Calculator Input
Example Data Table
| Example | Molecule | Sequence A | Sequence B | Mode | Denominator |
|---|---|---|---|---|---|
| 1 | DNA | ATGCTAGCTAAGT | ATGCGAGCTTAGT | Global alignment | Aligned length |
| 2 | RNA | AUGCUAAGCUU | AUG-UAAGCAU | Pre-aligned comparison | Non-gap positions |
| 3 | Protein | MSTNPKPQRITF | MSANPKP-RVTF | Pre-aligned comparison | Shorter cleaned length |
Formula Used
Pairwise identity is reported with Identity % = (Matches / Denominator) × 100.
Matches count positions where both aligned residues are identical and not gaps.

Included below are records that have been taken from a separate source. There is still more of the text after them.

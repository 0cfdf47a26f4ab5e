// Editor group "Cycle programs": the momentum program as an editable table (or imported from CSV), the voltage
// and phase programs of each RF system, and the transition switch time taken from the cycle planner.
// Imports go through core/program's apply functions and then validation, like any edit; a bad file changes nothing.
import { withMomentumProgram, withRfProgram, type CsvProgram, type MomentumQuantity } from '../../core/program/index.ts';
import type { SetupInput } from '../../core/setup/schema.ts';
import { editField, setDraft, useApp } from '../store.ts';
import { getIn } from '../paths.ts';
import { fmtTime } from '../units.ts';
import { CsvImport } from './CsvImport.tsx';
import { SelectField } from './Field.tsx';
import { ProgramTable } from './ProgramTable.tsx';
import { Section } from './Section.tsx';

const QUANTITY: [string, string][] = [['momentum', 'momentum'], ['kinetic', 'kinetic energy'], ['total', 'total energy'], ['kineticPerNucleon', 'kinetic energy per nucleon'], ['field', 'dipole field']];
const UNIT: Record<string, [string, number]> = { momentum: ['MeV/c', 1e-6], kinetic: ['MeV', 1e-6], total: ['MeV', 1e-6], kineticPerNucleon: ['MeV/u', 1e-6], field: ['T', 1] };
const MOMENTUM_CSV: MomentumQuantity[] = ['momentum', 'kinetic', 'total', 'kineticPerNucleon', 'field'];
// End time of a new RF program when the planner has no cycle length yet [s].
const DEFAULT_END = 0.01;

// Apply a program to the draft; the message of a refusal (e.g. a field program without a bending radius) instead of throwing.
function applied(f: (doc: SetupInput) => SetupInput): string | null {
  try {
    setDraft(f(useApp.getState().draft as SetupInput));
    return null;
  } catch (e) {
    return String((e as Error).message ?? e);
  }
}

function MomentumProgram() {
  const kind = useApp((s) => getIn(s.draft, ['energy', 'ramp', 'kind']));
  const q = String(useApp((s) => getIn(s.draft, ['energy', 'ramp', 'quantity'])));
  const [unit, k] = UNIT[q] ?? ['MeV', 1e-6];
  return (
    <fieldset className="rf-system">
      <legend>Momentum program</legend>
      {kind === 'table' ? (
        <>
          <SelectField path={['energy', 'ramp', 'quantity']} label="Table gives" options={QUANTITY} />
          <p className="field-note">Value at t = 0: the start value of the energy program; linear between points, last value held.</p>
          <ProgramTable path={['energy', 'ramp', 'points']} what={q === 'field' ? 'field' : q} unit={unit} k={k} />
        </>
      ) : (
        <p className="field-note">The ramp is set in the energy program above; a table imported here replaces it.</p>
      )}
      <CsvImport
        id="csv-momentum"
        label="Import momentum table (CSV)…"
        expect={MOMENTUM_CSV}
        example="time_s,momentum_GeV"
        apply={(p: CsvProgram) => applied((d) => withMomentumProgram(d, { ...p, quantity: p.quantity as MomentumQuantity }))}
      />
    </fieldset>
  );
}

function RfProgram(props: { k: number; what: 'voltage' | 'phase' }) {
  const { k, what } = props;
  const path = ['rf', 'systems', k, 'program', what];
  const has = useApp((s) => Array.isArray(getIn(s.draft, path)));
  const end = useApp((s) => (s.cycle.plan ? s.cycle.plan.time[s.cycle.plan.time.length - 1] : DEFAULT_END));
  const [unit, scale] = what === 'voltage' ? ['kV', 1e-3] : ['deg', 1];
  const add = () => {
    const v = getIn(useApp.getState().draft, ['rf', 'systems', k, what]);
    editField(path, [[Number(end.toPrecision(6)), typeof v === 'number' ? v : 0]]);
  };
  return (
    <div className="rf-program">
      <div className="program-head">
        <span>{what === 'voltage' ? 'Voltage' : 'Phase'} against time</span>
        {has ? (
          <button type="button" className="small" id={`prog-${k}-${what}-remove`} onClick={() => editField(path, undefined)}>Remove program</button>
        ) : (
          <button type="button" className="small" id={`prog-${k}-${what}-add`} onClick={add}>Add program</button>
        )}
      </div>
      {has ? <ProgramTable path={path} what={what} unit={unit} k={scale} /> : null}
      <CsvImport
        id={`csv-rf-${k}-${what}`}
        label={`Import ${what} table (CSV)…`}
        expect={[what]}
        example={what === 'voltage' ? 'time_ms,voltage_kV' : 'time_ms,phase_deg'}
        apply={(p) => applied((d) => withRfProgram(d, k, what, p))}
      />
    </div>
  );
}

// The planner's transition time, offered as the slope switch time.
function Transition() {
  const tt = useApp((s) => s.cycle.plan?.transitionTime ?? NaN);
  if (!Number.isFinite(tt)) return <p className="field-note">The cycle does not cross transition.</p>;
  return (
    <div className="program-head">
      <span className="field-note">γ crosses γt at {fmtTime(tt)} (cycle planner).</span>
      <button
        type="button"
        className="small"
        id="prog-use-transition"
        onClick={() => { editField(['rf', 'slope'], 'timed'); editField(['rf', 'switchTime'], Number(tt.toPrecision(6))); }}
      >
        Switch the slope then
      </button>
    </div>
  );
}

/** Momentum and RF programs against time. */
export function ProgramSection() {
  const count = useApp((s) => {
    const v = getIn(s.draft, ['rf', 'systems']);
    return Array.isArray(v) ? v.length : 0;
  });
  return (
    <Section title="Cycle programs" id="programs">
      <MomentumProgram />
      {Array.from({ length: count }, (_, k) => (
        <fieldset className="rf-system" key={k}>
          <legend>{k === 0 ? 'Main RF system' : `RF system ${k + 1}`}</legend>
          <RfProgram k={k} what="voltage" />
          {k > 0 ? <RfProgram k={k} what="phase" /> : null}
        </fieldset>
      ))}
      <Transition />
    </Section>
  );
}
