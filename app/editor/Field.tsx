// Editor inputs bound to a path of the draft setup. A number shows in its display unit and is stored in the
// schema unit; text that is not a number is stored as typed, so validation names the exact value given.
import { useEffect, useRef, useState, type ReactNode } from 'react';
import type { Setup } from '../../core/setup/schema.ts';
import { formatIssue, type SetupIssue } from '../../core/setup/validate.ts';
import { setupWarnings } from '../../core/setup/warnings.ts';
import { editField, useApp } from '../store.ts';
import { getIn, pathKey, type PathSeg } from '../paths.ts';

/** DOM id of the input for a path (tests and labels use it). */
export function fieldId(path: readonly PathSeg[]): string {
  return 'f-' + path.join('-');
}

function show(v: unknown, toDisplay: number): string {
  if (typeof v === 'number') return String(Number((v * toDisplay).toPrecision(10)));
  return v === undefined ? '' : String(v);
}

/** Issues of the draft at exactly this path (or the tracker's objection to it), as one line each. */
export function useIssues(path: readonly PathSeg[]): string[] {
  const key = pathKey(path);
  const issues = useApp((s) => s.issues);
  const run = useApp((s) => s.runIssue);
  const lines = issues.filter((i) => i.path === key).map(formatIssue);
  return run && run.path === key && lines.length === 0 ? [run.text] : lines;
}

// Warnings of the running setup, computed once per setup object.
let warned: { setup: Setup; list: SetupIssue[] } | null = null;
function warningsOf(setup: Setup): SetupIssue[] {
  if (warned?.setup !== setup) warned = { setup, list: setupWarnings(setup) };
  return warned.list;
}

/** Warnings of the running setup at exactly this path (it runs, but the user should know), one line each. */
export function useWarnings(path: readonly PathSeg[]): string[] {
  const key = pathKey(path);
  const valid = useApp((s) => s.valid);
  return warningsOf(valid).filter((w) => w.path === key).map((w) => `warning: ${formatIssue(w)}`);
}

function Row(props: { id: string; path: readonly PathSeg[]; label: string; unit?: string; errors: string[]; children: ReactNode; hint?: string }) {
  const warnings = useWarnings(props.path);
  return (
    <div className={'field' + (props.errors.length ? ' invalid' : '')} title={props.hint}>
      <label htmlFor={props.id}>{props.label}</label>
      <div className="field-input">
        {props.children}
        {props.unit ? <span className="unit">{props.unit}</span> : null}
      </div>
      {props.errors.map((e) => (
        <div key={e} className="field-error" role="alert" id={props.id + '-error'}>
          {e}
        </div>
      ))}
      {props.errors.length === 0 && warnings.length ? (
        <div className="field-note" role="status" id={props.id + '-warning'} style={{ gridColumn: '1 / -1', color: '#8a4b00' }}>
          {warnings.join(' ')}
        </div>
      ) : null}
    </div>
  );
}

/** A number field; `toDisplay` converts the stored value to the shown one (e.g. 1e9 for s → ns). */
export function NumberField(props: { path: PathSeg[]; label: string; unit?: string; toDisplay?: number; hint?: string; optional?: boolean }) {
  const k = props.toDisplay ?? 1;
  const id = fieldId(props.path);
  const value = useApp((s) => getIn(s.draft, props.path));
  const errors = useIssues(props.path);
  const [text, setText] = useState(() => show(value, k));
  // The value this input last wrote: any other value came from outside (preset, file, link) and replaces the
  // text even while the input has focus; our own writes leave the text as typed ("2.50", "1e").
  const written = useRef<unknown>(value);
  useEffect(() => {
    if (!Object.is(value, written.current)) {
      written.current = value;
      setText(show(value, k));
    }
  }, [value, k]);
  const onChange = (t: string) => {
    setText(t);
    const x = t.trim() === '' ? NaN : Number(t);
    const v = props.optional && t.trim() === '' ? undefined : Number.isFinite(x) ? Number((x / k).toPrecision(15)) : t;
    written.current = v;
    editField(props.path, v); // undefined removes an optional field
  };
  return (
    <Row id={id} path={props.path} label={props.label} unit={props.unit} errors={errors} hint={props.hint}>
      <input
        id={id}
        type="text"
        inputMode="decimal"
        spellCheck={false}
        aria-invalid={errors.length > 0}
        value={text}
        onChange={(e) => onChange(e.target.value)}
        onBlur={() => setText(show(value, k))}
      />
    </Row>
  );
}

/** A choice among fixed strings; `onPick` may rebuild the enclosing object (e.g. a union's kind). */
export function SelectField(props: {
  path: PathSeg[];
  label: string;
  options: [string, string][];
  onPick?: (v: string) => void;
  hint?: string;
}) {
  const id = fieldId(props.path);
  const value = useApp((s) => getIn(s.draft, props.path));
  const errors = useIssues(props.path);
  return (
    <Row id={id} path={props.path} label={props.label} errors={errors} hint={props.hint}>
      <select id={id} value={String(value ?? '')} onChange={(e) => (props.onPick ? props.onPick(e.target.value) : editField(props.path, e.target.value))}>
        {props.options.map(([v, l]) => (
          <option key={v} value={v}>
            {l}
          </option>
        ))}
      </select>
    </Row>
  );
}

/** Errors attached to a whole block (e.g. "rf.systems"), shown under its heading. */
export function BlockIssues(props: { path: PathSeg[] }) {
  const errors = useIssues(props.path);
  return errors.length ? (
    <div className="block-error" role="alert">
      {errors.map((e) => (
        <div key={e}>{e}</div>
      ))}
    </div>
  ) : null;
}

For global alignment mode, the page uses the Needleman-Wunsch recurrence:
F(i,j) = max[F(i-1,j-1)+s, F(i-1,j)+g, F(i,j-1)+g]
where s is the match or mismatch score and g is the gap penalty.
Denominator choices let you express identity relative to aligned length, non-gap positions, the shorter cleaned sequence, or the longer cleaned sequence.
How to Use This Calculator
- Select DNA, RNA, or protein so the correct character set is applied.
- Choose global alignment for raw sequences or pre-aligned mode for sequences already containing dashes.
- Enter scoring values for matches, mismatches, and gaps when alignment mode is used.
- Pick the identity denominator that matches your reporting standard.
- Paste both sequences, submit the form, and review summary metrics above the input section.
- Download CSV or PDF if you want a portable report for analysis records.
Frequently Asked Questions
1. What does pairwise sequence identity measure?
It measures the fraction of aligned positions containing identical residues. The percentage depends on the denominator you choose, so reporting the method is important.
2. When should I use global alignment mode?
Use global alignment when you have two raw sequences and want the page to place gaps automatically across their full lengths using your scoring settings.
3. When is pre-aligned mode better?
Use it when your sequences already contain dashes from another alignment workflow. Both cleaned strings must remain the same length after unsupported symbols are removed.
4. Why do denominator choices matter?
Aligned length includes gaps, while non-gap positions exclude them. Shorter and longer sequence denominators help match different lab, paper, or software reporting conventions.
5. Are ambiguous biological symbols accepted?
Yes. Common IUPAC ambiguity symbols are accepted for DNA and RNA. Protein mode also accepts standard uppercase residue letters and the asterisk symbol.
6. Why might some characters disappear after submission?
Unsupported characters, spaces, and line breaks are removed during cleaning. The result table shows how many symbols were discarded from each sequence.
7. Does a high alignment score always mean high identity?
Not always. Identity counts exact matches, while alignment score also reflects mismatch penalties and gap costs. Different scoring schemes can change the best alignment.
8. Can I use very long sequences here?
Moderate lengths work well. Extremely large global alignments can exceed browser or server limits, so pre-aligned mode or shorter regions may be more practical.